Here’s the command I used for reference:

rsync -av --progress /mnt/Pool_01/Dataset_XXX/ /mnt/Pool_02/Dataset_XXX/

Additionally, I followed the method from this video by Craft Computing to verify file lengths and timestamps using Windows dir and fc commands. Here’s the process:

Mount the new pool as the Z: network drive and run the following command:

Z:\> dir /s > DirNew.txt

Then, remount the old pool as Z:, restart CMD, and run the same command:

Z:\> dir /s > DirOld.txt

Finally, I compared the two files locally with the following command:

K:\Temp> fc DirOld.txt DirNew.txt > output.txt

The output.txt file highlighted many differences, but they were all related to Thumbs.db or temporary .xlsx or .docx files. Are those skipped automatically by rsync ?

With this, I believe everything is in place and verified!
Except for the 2 files that the scrub failed to fix, they were recovered from someone’s PC, so it’s still fine.

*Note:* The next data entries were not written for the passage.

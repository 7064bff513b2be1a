/**
 * One standard code of SAE J2012 / ISO 15031-6 in our own words. `circuit` is null where the code names none;
 * `failure` is the item that says what kind it is; `differs` marks codes whose letter, number or subject each maker
 * of small machines puts to a part of its own (which sensor is B, which coil is C, what counts as a gear sensor).
 */
export type PcodeRow = readonly [
  code: string,
  name: string,
  circuit: string | null,
  failure: string,
  group: string,
  source: string,
  differs?: true,
]

/** Meaning checked against an open dataset after mending that set's one-row shift. */
export const SEEN =
  'SAE J2012 / ISO 15031-6; meaning checked against an open dataset after mending it; own words'
export const MEMORY = 'SAE J2012 / ISO 15031-6, from memory; own words'
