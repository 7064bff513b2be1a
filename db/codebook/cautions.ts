import type { Caution } from '@/lib/model/code-book'

/** Cautions said the same way wherever they apply; signal words after ANSI Z535.6. */
export const MOVES: Caution = {
  signal: 'WARNING',
  text: 'The machine can jump forward. Neutral proved by pushing it, brake on, nobody in front.',
}
export const MOVING_PARTS: Caution = {
  signal: 'WARNING',
  text: 'Belt, fan and chain turn. Hair, sleeves and meter leads tied away.',
}
export const HIGH_VOLTAGE: Caution = {
  signal: 'WARNING',
  text: 'Ignition high voltage. Hold no lead or cap while the engine turns. People with a pacemaker keep away.',
}
export const HOT_ENGINE: Caution = {
  signal: 'CAUTION',
  text: 'Engine and exhaust burn skin. Let them cool or wear gloves.',
}
export const VAPOUR: Caution = {
  signal: 'DANGER',
  text: 'Petrol vapour burns and explodes. No smoking, no flame, no spark near it. Wipe spills and let them dry first.',
}
export const FUEL_PRESSURE: Caution = {
  signal: 'DANGER',
  text: 'The fuel line is under pressure and sprays. Let the pressure off first, glasses on, rag round the joint.',
}
export const NEAR_FUEL_SPARK: Caution = {
  signal: 'WARNING',
  text: 'A slipped probe makes a spark close to fuel. Air the place first; do not do this where you smell petrol.',
}
export const BATTERY_GAS: Caution = {
  signal: 'DANGER',
  text: 'A battery gives off gas that explodes. No flame or sparks over it, glasses on. Leave a swollen or frozen one alone.',
}
export const KEY_OFF: Caution = {
  signal: 'NOTICE',
  text: 'Key off before any plug comes off or goes on: the control module can be killed by it.',
}
export const MONOXIDE: Caution = {
  signal: 'DANGER',
  text: 'Exhaust gas kills in closed places. Run the engine only in open air.',
}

Desnet · December 8, 2024, 4:52pm

However I do have a follow-up question.

After moving & verifying the files today, I noticed that the available space on Pool_02 is significantly less than I expected. The total used space on the transferred datasets adds up to only about 7TB, but the entire pool shows 10TB as used.

I checked for snapshots, and while there were some created earlier due to zfs send, I’ve deleted them all over the past two weeks. No auto snapshot tasks have been initiated on the new pool either.

Could anyone help me understand where the missing space might have gone?
Any insights would be greatly appreciated!